Resync Policy

Stable Sync

1:N replication establishes all connections for replication between N nodes, so as the number of nodes increases, the network topology has a more complicated mesh network configuration. In such a complicated configuration environment, when operating without any standards, the direction of replication and synchronization between nodes is randomly formed inconsistently, which can cause data inconsistency.

This chapter describes the consistent bsr synchronization policy required in such a mesh network replication environment.

The following figure represents the case where the direction of replication and synchronization between nodes is the same or different.

 

If the direction of replication and synchronization is the same, there is nothing wrong with it. a different case is the problem. Assuming that the replication source node and the synchronization source node are different, if the replication and synchronization data are received as one target node, data integrity between the nodes may be broken. Replication data received from the primary is always up-to-date, but data blocks received from other secondary synchronization sources may be out-of-date. If data received from different sources is in the overlapping block area, some are up-to-date, but some may be recorded as old data, which causes problems.

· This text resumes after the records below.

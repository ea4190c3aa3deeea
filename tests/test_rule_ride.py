"""ride.heating, ride.energy and motor.cooling's stall cases: the same build passes a short
climb and fails a long one; energy and range on every ride; a pack that sags to its cut-off
under full power; a stall judged by what ends it."""

from __future__ import annotations

import math
from typing import Any

import pytest
from firstride_rules.motor.cooling import RULE as COOLING
from firstride_rules.ride.energy import RULE as ENERGY
from firstride_rules.ride.heating import RULE as HEATING

from reviewer.engineering.ride_pack import cell_open_circuit_voltage
from reviewer.findings import Finding, Severity
from reviewer.testing import rule_outputs, run_rule_on, variant

from .conftest import ROOT

# An invented kart: 10S2P lithium pack, one brushed motor limited to 10 A against a 6 A rating
# (so a long climb at the limit overheats it and a short one does not), a friction brake.
KART: dict[str, Any] = {
    "vehicle": {"name": "test kart", "kind": "kart", "mass": "20 kg"},
    "riders": [{"name": "Ada", "mass": "80 kg", "class": "adult"}],
    "battery": {
        "chemistry": "li-ion",
        "cells_series": 10,
        "cells_parallel": 2,
        "cell_capacity": "3000 mAh",
        "cell_internal_resistance": "0.03 ohm",
    },
    "motors": [
        {
            "name": "rear",
            "type": "brushed",
            "kv": "100 rpm/V",
            "winding_resistance": "0.4 ohm",
            "no_load_current": "1 A",
            "rated_current": "6 A",
            "insulation_class": "F",
            "thermal_time_constant": "5 min",
        }
    ],
    "controller": {"motor_current_limit": "10 A", "current_limit_kind": "hardware"},
    "drivetrain": {
        "motor_pulley_teeth": 12,
        "wheel_pulley_teeth": 60,
        "wheel_diameter": "200 mm",
        "efficiency": "90 %",
    },
    "brakes": [{"kind": "friction", "acts_on": "front", "deceleration": "4 m/s^2"}],
    "usage": {
        "rolling_resistance": 0.01,
        "drag_area": "1.0 m^2",
        "ambient_temperature": "25 degC",
    },
}


def hill(length: str) -> dict[str, Any]:
    segments = [
        {"length": "0.5 km", "grade": "0 %"},
        {"length": length, "grade": "2 %"},
    ]
    return variant(KART, route={"name": "hill", "segments": segments})


def heat(data: dict[str, Any]) -> Finding:
    (finding,) = [f for f in run_rule_on(HEATING, data) if f.subject.startswith("winding heat")]
    return finding


def test_a_short_climb_passes_and_a_long_one_does_not() -> None:
    # first-order heating (brief 12): the winding approaches its steady temperature with the
    # time constant, so the same current is harmless for a minute and too much for half an hour
    short, long = heat(hill("0.2 km")), heat(hill("8 km"))
    assert short.severity is Severity.PASS
    assert long.severity in (Severity.FIX, Severity.STOP)
    assert long.measured.m_as("degC") > short.measured.m_as("degC")
    assert "rise limit after" in long.rationale  # the time at full load before the limit
    assert long.remedy and "climb" in long.remedy


def test_the_peak_is_in_the_json_series() -> None:
    _, figures, _ = rule_outputs(HEATING, hill("1 km"))
    (peak,) = [f for f in figures if f.name.startswith("peak winding temperature")]
    series = {name: values for name, _, values in peak.series}
    assert set(series) >= {"time", "speed", "motor current", "winding temperature", "pack voltage"}
    assert max(series["winding temperature"]) == pytest.approx(peak.value.m_as("degC"))
    assert len({len(v) for v in series.values()}) == 1


def test_energy_and_range_on_every_ride() -> None:
    findings, figures, _ = rule_outputs(ENERGY, hill("1 km"))
    names = {f.name for f in figures}
    assert {"energy use, rider 'Ada'", "range to the reserve, rider 'Ada'"} <= names
    (use,) = [f for f in figures if f.name == "energy use, rider 'Ada'"]
    # a climb costs at least its potential energy: m g h / 3600 Wh over the route's length
    height = 1000 * 0.06 / math.sqrt(1 + 0.06**2)
    assert use.value.m_as("Wh/km") >= 100 * 9.80665 * height / 3600 / 1.5
    assert {f.severity for f in findings} == {Severity.PASS}


def test_a_pack_that_sags_to_its_cutoff_under_full_power() -> None:
    # Ohm's law on the pack (Linden, from memory): V = OCV(s) - I R. One string of 0.2 ohm cells
    # is 2 ohm; at a 10 A battery limit the 30 V cut-off is reached where OCV = 50 V... above
    # full charge, so at every state of charge: a cut at speed
    weak = variant(
        KART,
        battery__cells_parallel=1,
        battery__cell_internal_resistance="0.2 ohm",
        controller__battery_current_limit="10 A",
    )
    findings = {f.subject: f for f in run_rule_on(ENERGY, weak)}
    sag = findings["pack voltage at full power"]
    assert sag.severity is Severity.FIX  # a friction brake is fitted
    assert sag.measured.m_as("percent") == pytest.approx(100.0)
    electric = variant(weak, brakes=[{"kind": "regenerative", "acts_on": "motor"}])
    electric["controller"]["regen"] = True
    electric["controller"]["regen_current_limit"] = "2 A"
    only = {f.subject: f for f in run_rule_on(ENERGY, electric)}
    assert only["pack voltage at full power"].severity is Severity.STOP
    # a stiffer pack: 0.03 ohm cells, 2 strings, 0.15 ohm: 1.5 V of sag, reached only where the
    # open-circuit voltage is within 1.5 V of the cut-off
    stiff = {f.subject: f for f in run_rule_on(ENERGY, variant(KART))}
    state = stiff["pack voltage at full power"].measured.m_as("percent") / 100
    ocv = 10 * cell_open_circuit_voltage("li-ion", state)
    assert ocv - 10 * 0.15 == pytest.approx(30.0, abs=0.01)


def cooling(**changes: Any) -> Finding:
    (finding,) = [f for f in run_rule_on(COOLING, variant(KART, **changes))]
    return finding


def test_the_stall_case_depends_on_what_ends_it() -> None:
    # held for ever in still air: the steady state of motor.cooling (IEC 60034-1 rise limits)
    forever = cooling()
    assert forever.severity is not Severity.PASS
    assert "held for ever" in forever.rationale
    # a 3 s stall cut-off from a winding at its 145 degC rise limit: the exact first-order step
    # (brief 12) at 10 A over a 5 min time constant stays far below class F's 155 degC
    short = cooling(controller__stall_cutoff_time="3 s")
    assert short.severity is Severity.PASS
    assert "cuts a stall after 3 s" in short.rationale
    assert short.limit.m_as("degC") == pytest.approx(155.0)
    # a cut-off long enough for the winding to pass its class is a stop
    slow = cooling(controller__stall_cutoff_time="30 min")
    assert slow.severity is Severity.STOP
    sensed = cooling(motors=[{**KART["motors"][0], "temperature_sensor": True}])
    assert sensed.severity is Severity.PASS and "sensor" in sensed.rationale


def test_the_ride_converges_with_its_step() -> None:
    # numerical analysis: a midpoint step on speed is second order, so the 1 s steps the profile
    # uses give the energy and peak of steps twenty times shorter, within 0.2 % and 0.5 K
    import tomllib

    from firstride_rules.ride._model import _simulate as ridden
    from firstride_rules.ride._model import route_segments

    from reviewer.engineering import ride
    from reviewer.testing import default_profile, make_build

    build = make_build(
        tomllib.loads((ROOT / "sample_builds" / "saltmarsh-hub-scooter.toml").read_text())
    )
    profile = default_profile()
    coarse = ridden(build, profile)
    segments, _, _ = route_segments(build, profile)
    fine = ride.simulate(
        coarse.drive,
        15.0 + 84.0,
        segments,
        coarse.windings,
        coarse.pack,
        0.05,
        cruise_dt=0.5,
    )
    result = coarse.results[0]
    assert result.wh_per_km() == pytest.approx(fine.wh_per_km(), rel=2e-3)
    assert result.peak_winding_c == pytest.approx(fine.peak_winding_c, abs=0.5)


def test_the_growing_full_throttle_step_keeps_the_fixed_steps_answer() -> None:
    # numerical analysis (Hairer, Norsett & Wanner, "Solving ODEs I", II.4, from memory): the
    # Euler / midpoint pair's difference estimates the error, so growing the step only where it
    # is small gives the fixed 1 s steps' energy, peak and time with fewer steps; a tolerance of
    # zero never grows the step
    import tomllib

    from firstride_rules.ride._model import _simulate as ridden

    from reviewer.engineering import ride
    from reviewer.testing import default_profile, make_build

    build = make_build(
        tomllib.loads((ROOT / "sample_builds" / "quayside-commuter.toml").read_text())
    )
    coarse = ridden(build, default_profile())
    mass = build.vehicle.mass.m_as("kg") + build.riders[0].mass.m_as("kg")

    def run(tolerance: float) -> ride.RideResult:
        return ride.simulate(
            coarse.drive,
            mass,
            coarse.segments,
            coarse.windings,
            coarse.pack,
            1.0,
            cruise_dt=10.0,
            accel_tolerance=tolerance,
        )

    fixed, grown = run(0.0), run(0.01)
    # the controller: h (tol / estimate)^(1/2) x 0.9, at most doubling, within [1 s, 10 s]
    assert ride._next_step(1.0, 0.0025, 0.01, 1.0, 10.0) == pytest.approx(1.8)
    assert ride._next_step(4.0, 0.0, 0.01, 1.0, 10.0) == 8.0
    assert ride._next_step(8.0, 0.0, 0.01, 1.0, 10.0) == 10.0
    assert ride._next_step(3.0, 0.5, 0.0, 1.0, 10.0) == 1.0
    assert len(grown.time_s) < 0.9 * len(fixed.time_s)
    assert grown.wh_per_km() == pytest.approx(fixed.wh_per_km(), rel=1e-3)
    assert grown.peak_winding_c == pytest.approx(fixed.peak_winding_c, abs=0.1)
    assert grown.time_s[-1] == pytest.approx(fixed.time_s[-1], abs=1.0)


def test_severity_follows_the_peak_against_the_class_limits() -> None:
    # IEC 60034-1 class F: 40 degC + 105 K = 145 degC rise limit; IEC 60085: 155 degC class
    def judged(km: float) -> Severity:
        finding = heat(hill(f"{km!r} km"))
        peak = finding.measured.m_as("degC")
        expected = Severity.PASS if peak <= 145 else Severity.FIX if peak <= 155 else Severity.STOP
        assert finding.severity is expected, (km, peak)
        return expected

    # between a climb that passes and one that stops lies one whose peak is in the 10 K band
    low, high = 0.2, 8.0
    assert judged(low) is Severity.PASS and judged(high) is Severity.STOP
    for _ in range(30):
        middle = 0.5 * (low + high)
        found = judged(middle)
        if found is Severity.FIX:
            break
        low, high = (middle, high) if found is Severity.PASS else (low, middle)
    assert found is Severity.FIX


def test_the_full_load_time_on_the_climb_against_the_exact_solution() -> None:
    # brief 12: C dtheta/dt = I^2 R20 (1 + a (theta - 20)) - (theta - theta_amb) / R_th, linear in
    # theta, so theta(t) = theta_ss + (theta_0 - theta_ss) exp(-t / tau'), tau' = C / (1/R_th -
    # I^2 R20 a); R_th from the 6 A rating reaching 145 degC at 40 degC (motor.cooling's
    # calibration), C = tau / R_th with tau = 5 min, at the 10 A limit, from 25 degC
    from reviewer.engineering.thermal import calibrated_thermal_resistance

    _, figures, _ = rule_outputs(HEATING, hill("8 km"))
    (hold,) = [f for f in figures if f.name.startswith("full-load time on the steepest climb")]
    r_th = calibrated_thermal_resistance(6.0, 0.4, 105.0)
    capacity, alpha, loss = 300.0 / r_th, 0.00393, 10.0**2 * 0.4
    b = loss * alpha - 1 / r_th
    a = loss * (1 - 20 * alpha) + 25.0 / r_th
    steady = -a / b
    seconds = capacity / b * math.log((145.0 - steady) / (25.0 - steady))
    assert hold.value.m_as("min") == pytest.approx(seconds / 60, rel=1e-6)
    # the hill it makes: that time at the climb's steady speed
    speed = float(hold.note.split(" km/h")[0].split(" and ")[-1]) / 3.6
    length = float(hold.note.split(" km climb")[0].split(" a ")[-1])
    assert length == pytest.approx(seconds * speed / 1000, rel=0.05)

We implemented this problem to ensure consistency in the mesh network by actively mediating the direction of replication and synchronization between nodes. Before explaining these synchronization policies, you need to understand some of the concepts behind them.

  • Stable node is a Primary node or a Secondary node, not a SyncTarget that is not connected to the Primary node.

  • Unstable node is a node connected to the primary node and a secondary node that is a SyncTarget. Unstable means that it may be constantly data changing.

  • Authoritative node is a relative node that made itself an Unstable node, and the Authoritative node is a Stable node at the same time.

 

The following synchronization policy works under this concept.

  • A stable node can be a SyncSource, and an unstable node cannot be a SyncSource.

  • When the SyncSource node becomes an unstable node, the synchronization in progress is stopped. Depending on the situation, when the unstable node is switched back to the stable node state, the stopped synchronization is resumed.

  • When one node becomes Primary, the interrupted synchronization is resumed with the Primary node as the SyncSource. Here, synchronization starts from the block where it was interrupted before.

The above process is illustrated in the figure below.

 

As such, the policy that matches the direction of synchronization and replication is called the Stable synchronization policy.

reconciliation resync


For example, if the Primary node is performing real-time replication to 2 Secondary nodes and the Primary is crashed and only 2 Secondary nodes are left, the two Secondary nodes cannot be guaranteed to be completely the same data. This is a natural result, since each node operates independently. However, it is not appropriate to operate with the two remaining nodes UpToDate without any action. At least, the data should be matched to each other through synchronization between the two nodes.

In this situation, bsr determines the node that has the most recent data between the secondary nodes and synchronizes it based on this to match the data consistency between the two nodes. This is called reconciliation resynchronization.

The data of the two nodes must be matched, whether the primary node that was crashed later restarts to join the cluster or not. In all operational situations, it is possible to guarantee data consistency between nodes in the cluster.